▸ WHAT TO DO
Report every line of the listing below in which the string "quantity" occurs.
SOURCE MATERIAL START
"""Per-run summary of a ``timeseries.h5`` file, tables of many runs, and ``Lz_turb``.

A summary is one flat row: the run's parameters, the averaging window, and
for each reported quantity its time average ``q``, uncertainty ``q_err`` and
integrated autocorrelation time ``q_tau`` (see :mod:`shearmix.tools.analysis.averages`), the
intermittency of the dissipation, the regime label with the numbers behind it
(:mod:`shearmix.tools.analysis.regimes`) and warnings.

Steps (:func:`summarize_run`):

1. read the series; records written twice after a restart (times that do
   not increase) keep the later write;
2. find the steady start with the MSER-5 rule on ``K`` and ``eps``
   (:mod:`shearmix.tools.analysis.steady`), unless a start time is given;
3. average each quantity from the start to the last record;
4. warn when the run is under-resolved (time-averaged ``kmax_etaK`` below
   ``kmax_etaK_min``, default 1.0, common practice), too short (window
   shorter than ``min_correlation_times`` integrated autocorrelation times of
   some quantity, default 50, a choice; or no reliable steady start), or
   outside the low-Peclet validity (``Pe_turb`` above ``pe_turb_max``,
   default 1, lowpe model only).

``Lz_turb`` (docs/equations.md#reported-numbers) of a spectrum is :func:`lz_turb`; of a
physical-space velocity field, :func:`lz_turb_from_field`.
"""
from __future__ import annotations

import csv
import json
import math
import os
from dataclasses import dataclass, field, replace

import h5py
import numpy as np
import yaml

from shearmix.tools.analysis.averages import time_average, uniform_resample
from shearmix.tools.analysis.regimes import (FLUCT_KEYS, RegimeThresholds, classify, flow_reason,
                                             flow_numbers, flow_state, flux_intermittency)
from shearmix.tools.analysis.segments import choose, split
from shearmix.tools.analysis.steady import detect_steady_state

__all__ = [
    "SummaryOptions",
    "AVERAGED",
    "read_timeseries",
    "summarize_run",
    "summarize_runs",
    "write_csv",
    "write_json",
    "lz_turb",
    "horizontal_spectrum_kz",
    "lz_turb_from_field",
]

SERIES_FILE = "timeseries.h5"

#: Quantities averaged in a summary (those absent or all-NaN are left empty).
AVERAGED = ("eta", "I", "eps", "J", "u_rms", "v_rms", "w_rms", "Lz_turb", "D_flux",
            "D_estimate", "kmax_etaK", "Pe_turb",
            # the streamwise-mean / fluctuation split (docs/equations.md#reported-numbers)
            "Kmean", "Kfluct", "u_fluct_rms", "v_fluct_rms", "w_fluct_rms", "isotropy_fluct",
            "K2d_laminar", "K2d_pert", "K3d", "Lz_jets", "Ri_jets")
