def _print_row(row, out):
    print(f"run {row['run']}  ({row['model']}, Re={row['Re']:g}, BPe={row['BPe']:g})", file=out)
    if row["segments"] > 1:
        where = "all segments" if row["segment"] == "all" else \
            f"segment {row['segment']} of {row['segments']} (from t = {row['segment_t']:.6g})"
        print(f"  averaged    {where}", file=out)
    print(f"  window [{row['t_start']:.6g}, {row['t_end']:.6g}] ({row['steady_method']}), "
          f"{row['correlation_times']:.3g} autocorrelation times", file=out)
    for q in _SHOWN:
        if math.isfinite(row.get(q, float("nan"))):
            print(f"  {q:<11s} {_fmt(row[q], row[q + '_err'])}", file=out)
    for n in [k.split(".", 1)[1] for k in row if k.startswith("Sc.")]:
        print(f"  tracer {n}  (Sc {row[f'Sc.{n}']:.4g}, Pe_c {row[f'Pe_c.{n}']:.4g}, "
              f"G {row[f'G.{n}']:.4g})", file=out)
        for q in TRACER_SHOWN:
            key = f"{q}.{n}"
            if math.isfinite(row.get(key, float("nan"))):
                print(f"    {q:<9s} {_fmt(row[key], row[key + '_err'])}", file=out)
    print(f"  eps_cv      {row['eps_cv']:.3g}   (flatness {row['eps_flatness']:.3g})", file=out)
    print(f"  flux        quiet_fraction {row['quiet_fraction']:.3g}   (flux_cv {row['flux_cv']:.3g})",
          file=out)
    print(f"  regime      {row['regime']}: {row['regime_reason']}", file=out)
    print(f"    from      {regime_numbers_text(row)}", file=out)
    for w in row["warnings"]:
        print(f"  warning: {w}", file=out)


def cmd_summary(args):
    """Handler of ``summary``: print, and optionally write CSV/JSON."""
    from shearmix.tools.analysis.regimes import RegimeThresholds
    from shearmix.tools.analysis.summary import SummaryOptions, summarize_run, write_csv, write_json

    try:
        th = RegimeThresholds.from_yaml(args.thresholds) if args.thresholds else RegimeThresholds()
        opts = SummaryOptions(start=args.start, kmax_etaK_min=args.kmax_etak_min,
                              min_correlation_times=args.min_correlation_times,
                              pe_turb_max=args.pe_turb_max, thresholds=th,
                              segment=args.segment, tracer_sigmas=args.tracer_sigmas,
                              tracer_drift_max=args.tracer_drift_max)
        rows = [summarize_run(d, opts) for d in args.run_dirs]
    except (ValueError, OSError) as exc:
        return _fail(str(exc))
    for row in rows:
        _print_row(row, sys.stdout)
    try:
        if args.csv:
            write_csv(rows, args.csv)
        if args.json:
            write_json(rows[0] if len(rows) == 1 else rows, args.json)
    except OSError as exc:
        return _fail(f"cannot write output: {exc}")
    return 0


def cmd_fit(args):
    """Handler of ``fit``: power law of two table columns with its interval."""
    from shearmix.tools.analysis.fits import fit_table, segment_notes

    try:
        fit, comp = fit_table(args.table, args.x, args.y, x_range=args.range,
                              confidence=args.confidence, use_errors=not args.no_errors)
        notes = segment_notes(args.table)
    except (ValueError, OSError) as exc:
        return _fail(str(exc))
    for note in notes:
        print(f"  {note}")
    pct = 100 * fit.confidence
    print(f"{args.y} = A * {args.x}^p over {args.x} in [{fit.x_range[0]:g}, {fit.x_range[1]:g}] "
          f"({fit.n} runs)")
    print(f"  p = {fit.p:.4g} +- {fit.p_stderr:.2g}   {pct:g}% interval [{fit.p_ci[0]:.4g}, {fit.p_ci[1]:.4g}]")
    print(f"  A = {fit.A:.4g}   {pct:g}% interval [{fit.A_ci[0]:.4g}, {fit.A_ci[1]:.4g}]")
    print(f"  reduced chi-square {fit.chi2_red:.3g} ({fit.dof} degrees of freedom)")
    if comp is not None:
        verdict = "consistent" if comp["consistent"] else "not consistent"
        print(f"  expected p = {comp['expected']:.4g} (docs/equations.md#regimes, fact of the trade): {verdict} "
              f"at {pct:g}% (difference {comp['difference']:+.3g}, {comp['z']:+.2f} standard errors)")
    return 0


def _thresholds(args):
    from shearmix.tools.analysis.regimes import RegimeThresholds
    return RegimeThresholds.from_yaml(args.thresholds) if args.thresholds else RegimeThresholds()


def cmd_evidence(args):
    """Handler of ``regimes evidence``: where each threshold falls among a table's members."""
    from shearmix.tools.analysis.evidence import format_evidence, read_table, threshold_evidence
    try:
        th = _thresholds(args)
        rows = read_table(args.table)
    except (ValueError, OSError) as exc:
        return _fail(str(exc))
    sys.stdout.write(format_evidence(threshold_evidence(rows, th), markdown=args.markdown))
    return 0


def cmd_thresholds(args):
    """Handler of ``regimes thresholds``: the thresholds in use, as text, YAML or Markdown."""
    from shearmix.tools.analysis.regimes import thresholds_markdown, thresholds_yaml
    try:
        th = _thresholds(args)
    except (ValueError, OSError) as exc:
        return _fail(str(exc))
    if args.yaml:
        sys.stdout.write(thresholds_yaml(th))
    elif args.markdown:
        print(thresholds_markdown(th))
    else:
        for name, number, op, label, doc in th.rules():
            print(f"{name:20s} {getattr(th, name):<8g} {label} when {number} {op} {name}")
    return 0


def _phase_lines(p, linear, out):
    pct = f"{100 * p.confidence:g}%"
    print(f"  phase       t = {p.t_start:.6g} .. {p.t_end:.6g} ({p.records} records, "
          f"{p.efolds:.3g} e-folds; largest distance from the fit {p.deviation:.2g}, "
          f"residual lag-1 correlation {p.lag1:.2f})", file=out)
    print(f"  rate        {p.rate:.6g} +- {p.stderr:.2g} (scatter) +- {p.ends:.2g} (ends); "
          f"{pct} interval [{p.interval[0]:.6g}, {p.interval[1]:.6g}]", file=out)
    if linear is not None and linear.growth > 0:
        lo, hi = (x / linear.growth for x in p.interval)
        print(f"  ratio       {p.rate / linear.growth:.5f} of the linear rate "
              f"({pct} interval [{lo:.5f}, {hi:.5f}])", file=out)


def _linear_line(mode, fam):
    if mode is None:
        return (f"  linear      no {fam.upper()} box mode below the energy bound and inside the "
                "grid's band (every one decays)")
    state = "" if mode.growth > 0 else " (stable: no such box mode grows)"
    return (f"  linear      {mode.growth:.6g}{state}, fastest {fam.upper()} box mode i={mode.i} "
            f"j={mode.j} l={mode.l} (kx={mode.kx:.4g}, kz={mode.kz:.4g}, ky0={mode.ky0:.4g}), "
            f"frequency {mode.frequency:.4g}, |n| <= {mode.M}")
SOURCE MATERIAL END
▸ RESPONSE TO THE EXERCISE
for each reported quantity its time average ``q``, uncertainty ``q_err`` and
3. average each quantity from the start to the last record;
   some quantity, default 50, a choice; or no reliable steady start), or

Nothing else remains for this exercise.